Looking at the final day, the highest probability (0.01512) ends in a “Fever” state. By backtracking through the $Q$ matrix (which we haven’t explicitly shown here, but it tracks the path choices), we can determine the most likely sequence of states. In this case, it turns out to be (Healthy, Healthy, Fever). So, despite the patient reporting feeling cold on the second day, the algorithm suggests they were most likely healthy on both the first and second days, only developing a fever on the third.

Visually, the Viterbi algorithm’s operation can be represented using a trellis diagram . The Viterbi path is essentially the shortest, or most probable, path through this entire structure.

Extensions

The Viterbi algorithm isn’t the end of the line. There are generalizations and modifications that broaden its applicability. One such extension is the max-sum algorithm, also known as the max-product algorithm. This more general form can determine the most likely assignment of values to latent variables within complex graphical models , such as Bayesian networks , Markov random fields , and conditional random fields . The underlying structure of these variables needs to have some resemblance to an HMM, often with a limited number of connections and a degree of linear organization. This general algorithm employs a “message passing” technique, conceptually similar to the belief propagation algorithm, which itself is an extension of the forward-backward algorithm .

For specific applications like turbo codes , an approach called iterative Viterbi decoding has been developed. Proposed by Qi Wang and colleagues, this method refines the decoding process by repeatedly applying a modified Viterbi algorithm. It iteratively re-estimates the “score” for filler elements until the results converge, leading to improved accuracy.

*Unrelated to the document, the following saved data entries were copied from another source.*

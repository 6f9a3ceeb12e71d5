import { useState } from 'react';
import { Link, useNavigate } from 'react-router-dom';
import { addDays, localDateOf } from '#shared/domain/local-dates';
import { SALE_STATUSES } from '#shared/schemas/sales';
import { NoCollection } from '@/app/layout/no-collection';
import { useShell } from '@/app/layout/use-shell';
import { Button } from '@/components/ui/button';
import { Notice } from '@/components/ui/notice';
import { Loading } from '@/components/ui/spinner';
import {
  useAvailable,
  useBuyerChanges,
  useBuyers,
  useReserve,
  useSales,
  useSalesSettings,
} from '@/features/sales/api/sales-api';
import { ReserveForm, type ReserveChoice } from '@/features/sales/components/reserve-form';
import {
  INVOICE_STATUS_WORDS,
  money,
  SALE_STATUS_WORDS,
} from '@/features/sales/components/sales-words';

/** Sales: reservations and sales by state, the Reserve flow, and the way to stock and buyers. */
export function SalesRoute() {
  const { collection } = useShell();
  if (!collection) return <NoCollection />;
  if (collection.role === 'helper')
    return <Notice tone="info" title="Sales are kept by the collection’s owner and keepers." />;
  return <Sales collectionId={collection.collectionId} timeZone={collection.timeZone} />;
}

const linkClass =
  'inline-flex min-h-target items-center justify-center rounded-xl border-2 border-border bg-surface px-4 font-bold';

function Sales({ collectionId, timeZone }: { collectionId: string; timeZone: string }) {
  const sales = useSales(collectionId);
  const [reserving, setReserving] = useState(false);
  if (sales.isPending) return <Loading />;
  if (sales.isError) return <Notice tone="error" title={sales.error.message} />;
  const { counts } = sales.data;
  return (
    <div className="flex flex-col gap-4">
      <h1 className="text-3xl font-extrabold">Sales</h1>
      <nav aria-label="Sales pages" className="flex flex-wrap gap-2">
        <Link to="/sales/stock" className={linkClass}>
          Stock for sale
        </Link>
        <Link to="/sales/buyers" className={linkClass}>
          Buyers
        </Link>
        <Link to="/sales/settings" className={linkClass}>
          Sales settings
        </Link>
      </nav>
      <p className="text-muted">
        {SALE_STATUSES.map((s) => `${SALE_STATUS_WORDS[s]}: ${counts[s]}`).join(' · ')}
      </p>
      {reserving ? (
        <section
          aria-labelledby="reserve"
          className="flex flex-col gap-3 rounded-2xl border-2 border-border bg-surface p-3"
        >
          <h2 id="reserve" className="text-xl font-extrabold">
            Reserve animals
          </h2>
          <Reserve
            collectionId={collectionId}
            timeZone={timeZone}
            onDone={() => setReserving(false)}
          />
          <Button variant="secondary" onClick={() => setReserving(false)}>
            Not now
          </Button>
        </section>
      ) : (
        <Button wide onClick={() => setReserving(true)}>
          Reserve animals for a buyer
        </Button>
      )}
      {SALE_STATUSES.map((status) => {
        const list = sales.data.sales.filter((s) => s.status === status);
        if (!list.length) return null;
        return (
          <section key={status} aria-labelledby={`sales-${status}`} className="flex flex-col gap-2">
            <h2 id={`sales-${status}`} className="text-xl font-extrabold">
              {SALE_STATUS_WORDS[status]} ({list.length})
            </h2>
            <ul className="flex flex-col gap-2">
              {list.map((s) => (
                <li key={s.id}>
                  <Link
                    to={`/sales/${s.id}`}
                    className="flex min-h-target flex-col rounded-2xl border-2 border-border bg-surface p-3"
                  >
                    <span className="text-lg font-extrabold underline underline-offset-4">
                      {s.buyer.name}
                    </span>
                    <span>
                      {s.animalCount} {s.animalCount === 1 ? 'animal' : 'animals'} ·{' '}
                      {money(s.priceMinor, s.currency)}
                    </span>
                    <span className="text-muted">
                      {s.status === 'reserved' ? `Held until ${s.reservedUntil}` : ''}
                      {s.invoiceStatus
                        ? ` · Invoice ${INVOICE_STATUS_WORDS[s.invoiceStatus].toLowerCase()}`
                        : ''}
                      {s.shipOn ? ` · Ships ${s.shipOn}` : ''}
                    </span>
                  </Link>
                </li>
              ))}
            </ul>
          </section>
        );
      })}
      {sales.data.sales.length === 0 && <p>No reservations or sales yet.</p>}
    </div>
  );
}

function Reserve({
  collectionId,
  timeZone,
  onDone,
}: {
  collectionId: string;
  timeZone: string;
  onDone: () => void;
}) {
  const available = useAvailable(collectionId);
  const buyers = useBuyers(collectionId);
  const settings = useSalesSettings(collectionId);
  const reserve = useReserve(collectionId);
  const { create } = useBuyerChanges(collectionId);
  const navigate = useNavigate();
  const [error, setError] = useState<string | null>(null);
  if (available.isPending || buyers.isPending || settings.isPending) return <Loading />;
  const failed = available.error ?? buyers.error ?? settings.error;
  if (failed) return <Notice tone="error" title={failed.message} />;

  async function submit(choice: ReserveChoice) {
    setError(null);
    try {
      const buyerId =
        'id' in choice.buyer ? choice.buyer.id : (await create.mutateAsync(choice.buyer)).id;
      const sale = await reserve.mutateAsync({
        buyerId,
        animalIds: choice.animalIds,
        reservedUntil: choice.reservedUntil,
      });
      onDone();
      navigate(`/sales/${sale.id}`);
    } catch (err) {
      setError((err as Error).message);
    }
  }

  return (
    <ReserveForm
      available={available.data!.animals}
      buyers={buyers.data!.buyers}
      defaultUntil={addDays(localDateOf(new Date(), timeZone), settings.data!.holdDays)}
      busy={reserve.isPending || create.isPending}
      error={error}
      onSubmit={(c) => void submit(c)}
    />
  );
}
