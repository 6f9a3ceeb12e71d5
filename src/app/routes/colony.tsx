import { lazy, Suspense, useMemo, useState } from 'react';
import { useNavigate, useParams } from 'react-router-dom';
import { COLONY_CARE_KINDS, COLONY_CARE_WORDS } from '#shared/domain/colonies/care';
import { stockSeries } from '#shared/domain/colonies/stock-series';
import { formatLocalDate } from '#shared/domain/date-words';
import { describeInstant } from '#shared/domain/local-dates';
import type { ColonyView, StockHistoryResponse } from '#shared/schemas/colonies';
import { NoCollection } from '@/app/layout/no-collection';
import { useShell } from '@/app/layout/use-shell';
import { Button } from '@/components/ui/button';
import { Notice } from '@/components/ui/notice';
import { Loading } from '@/components/ui/spinner';
import {
  useColonies,
  useColonyChanges,
  useStockHistory,
} from '@/features/colonies/api/colonies-api';
import { ColonyForm } from '@/features/colonies/components/colony-form';
import { CountUpdate } from '@/features/colonies/components/count-update';
import { FeederSafety } from '@/features/colonies/components/feeder-safety';
import { useRules } from '@/features/rounds/api/rules';

const StockChart = lazy(() => import('@/features/colonies/components/stock-chart'));

const REASON_WORDS: Record<StockHistoryResponse['changes'][number]['reason'], string> = {
  count: 'Count',
  round: 'Round',
  split: 'Split',
  correction: 'Correction',
};

/** One colony: its stock, a quick count, its stock over time and its care settings. */
export function ColonyRoute() {
  const { collection } = useShell();
  const { colonyId = '' } = useParams();
  if (!collection) return <NoCollection />;
  if (collection.role === 'helper')
    return <Notice tone="info" title="Feeder colonies are kept by the collection’s keepers." />;
  return (
    <Colony
      collectionId={collection.collectionId}
      timeZone={collection.timeZone}
      colonyId={colonyId}
    />
  );
}

function Colony({
  collectionId,
  timeZone,
  colonyId,
}: {
  collectionId: string;
  timeZone: string;
  colonyId: string;
}) {
  const colonies = useColonies(collectionId);
  const colony = colonies.data?.colonies.find((c) => c.id === colonyId);
  if (colonies.isPending) return <Loading />;
  if (colonies.isError) return <Notice tone="error" title={colonies.error.message} />;
  if (!colony) return <Notice tone="error" title="We could not find that colony." />;
  return <ColonyPage collectionId={collectionId} timeZone={timeZone} colony={colony} />;
}

function ColonyPage({
  collectionId,
  timeZone,
  colony,
}: {
  collectionId: string;
  timeZone: string;
  colony: ColonyView;
}) {
  const { count, update, remove } = useColonyChanges(collectionId);
  const history = useStockHistory(collectionId, colony.id);
  const rules = useRules(collectionId);
  const navigate = useNavigate();
  const [editing, setEditing] = useState(false);
  const points = useMemo(() => stockSeries(history.data?.changes ?? []), [history.data]);
  return (
    <div className="flex flex-col gap-4">
      <h1 className="text-3xl font-extrabold">{colony.name}</h1>
      <p className="text-muted">
        {colony.species ? `${colony.species} · ` : ''}
        {colony.preyType}
      </p>
      <section aria-labelledby="stock-heading" className="flex flex-col gap-2">
        <h2 id="stock-heading" className="text-xl font-extrabold">
          Stock now
        </h2>
        <dl className="grid grid-cols-2 gap-2">
          {colony.stock.map((s) => (
            <div key={s.preySize} className="rounded-xl border-2 border-border p-2">
              <dt className="text-muted">{s.preySize}</dt>
              <dd className="text-2xl font-extrabold tabular-nums">{s.count}</dd>
            </div>
          ))}
        </dl>
      </section>
      <section
        aria-labelledby="count-heading"
        className="flex flex-col gap-2 rounded-2xl border-2 border-border bg-surface p-3"
      >
        <h2 id="count-heading" className="text-xl font-extrabold">
          Quick count
        </h2>
        <CountUpdate
          key={colony.updatedAt + colony.stock.map((s) => s.count).join()}
          colony={colony}
          busy={count.isPending}
          error={count.error?.message ?? null}
          onSubmit={(body) => count.mutate({ colonyId: colony.id, body })}
        />
        {count.isSuccess && <Notice tone="ok" title="Counts saved." />}
      </section>
      <section aria-labelledby="history-heading" className="flex flex-col gap-2">
        <h2 id="history-heading" className="text-xl font-extrabold">
          Stock over time
        </h2>
        {history.isPending && <Loading />}
        {history.isError && <Notice tone="error" title={history.error.message} />}
        {history.data && points.length === 0 && <p>No counts yet.</p>}
        {points.length > 0 && (
          <Suspense fallback={<Loading />}>
            <StockChart
              points={points}
              sizes={colony.stock.map((s) => s.preySize)}
              timeZone={timeZone}
            />
          </Suspense>
        )}
        {history.data && history.data.changes.length > 0 && (
          <details>
            <summary className="flex min-h-target cursor-pointer items-center font-bold">
              Every change ({history.data.changes.length})
            </summary>
            <table className="w-full border-collapse text-left">
              <caption className="sr-only">Stock changes, newest first</caption>
              <thead>
                <tr className="border-b-2 border-border">
                  <th scope="col" className="py-2 pr-2">
                    When
                  </th>
                  <th scope="col" className="py-2 pr-2">
                    Size
                  </th>
                  <th scope="col" className="py-2 pr-2 text-right">
                    Change
                  </th>
                  <th scope="col" className="py-2 pr-2 text-right">
                    After
                  </th>
                  <th scope="col" className="py-2">
                    Why
                  </th>
                </tr>
              </thead>
              <tbody>
                {[...history.data.changes].reverse().map((c, i) => (
                  <tr key={`${c.at}-${i}`} className="border-b border-border">
                    <td className="py-2 pr-2">{describeInstant(c.at, timeZone)}</td>
                    <td className="py-2 pr-2">{c.preySize}</td>
                    <td className="py-2 pr-2 text-right tabular-nums">
                      {c.delta > 0 ? `+${c.delta}` : c.delta}
                    </td>
                    <td className="py-2 pr-2 text-right tabular-nums">{c.after}</td>
                    <td className="py-2">
                      {REASON_WORDS[c.reason]}
                      {c.note && <span className="block text-sm text-muted">{c.note}</span>}
                    </td>
                  </tr>
                ))}
              </tbody>
            </table>
          </details>
        )}
      </section>
      <section aria-labelledby="care-heading" className="flex flex-col gap-2">
        <h2 id="care-heading" className="text-xl font-extrabold">
          Care
        </h2>
        <dl className="grid grid-cols-2 gap-2">
          {COLONY_CARE_KINDS.map((k) => (
            <div key={k} className="rounded-xl border-2 border-border p-2">
              <dt className="font-bold">{COLONY_CARE_WORDS[k]}</dt>
              <dd>
                {colony.intervals[k] ? `Every ${colony.intervals[k]} days` : 'Not on the round'}
                <span className="block text-sm text-muted">
                  {colony.lastDone[k]
                    ? `Last ${formatLocalDate(colony.lastDone[k]!)}`
                    : 'Not done yet'}
                </span>
              </dd>
            </div>
          ))}
        </dl>
        {editing && rules.data ? (
          <ColonyForm
            feeders={rules.data.rules.feeders}
            initial={colony}
            busy={update.isPending}
            error={update.error?.message ?? null}
            submitLabel="Save colony"
            onSubmit={(body) =>
              update.mutate({ colonyId: colony.id, body }, { onSuccess: () => setEditing(false) })
            }
          />
        ) : (
          <Button variant="secondary" wide onClick={() => setEditing(true)}>
            Edit colony
          </Button>
        )}
        <Button
          variant="danger"
          wide
          busy={remove.isPending}
          onClick={() => {
            if (window.confirm(`Remove ${colony.name} and its stock history?`))
              remove.mutate(colony.id, { onSuccess: () => navigate('/colonies') });
          }}
        >
          Remove colony
        </Button>
        {remove.error && <Notice tone="error" title={remove.error.message} />}
      </section>
      <FeederSafety />
    </div>
  );
}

Then there’s the Lazy Viterbi algorithm, a variation designed for efficiency. In many practical scenarios, especially under moderate noise conditions, this “lazy” decoder can significantly outperform the standard Viterbi algorithm. Instead of calculating every single node in the trellis of possible outcomes, it maintains a prioritized list of nodes to evaluate. This selective approach often requires fewer computations while still yielding the correct result. However, its structure can make it more challenging to implement in hardware for parallel processing.

Soft Output Viterbi Algorithm

This section, regrettably, lacks the rigor of proper citations. It’s a glaring omission, and frankly, I’m surprised it’s still standing. If you’re going to present information, do it properly. (September 2023)

The Soft Output Viterbi Algorithm (SOVA) is a modification of the classical Viterbi algorithm. Its key distinction lies in how it processes information. SOVA employs a modified path metric that incorporates the a priori probabilities of input symbols. This allows it to produce a “soft” output, which isn’t just a hard decision but also includes a measure of the reliability of that decision.

The process begins with the selection of a “survivor path”—the most probable path through the trellis at each time instant. At every node, two branches converge: one is selected for the survivor path, and the other is discarded. The difference in the “branch metrics” (or costs) between the chosen and discarded branches provides an indication of the confidence in the decision made at that point. This difference is then accumulated over a defined window (typically several constraint lengths) to generate the soft output, essentially quantifying the certainty of the hard bit decisions made by the Viterbi algorithm.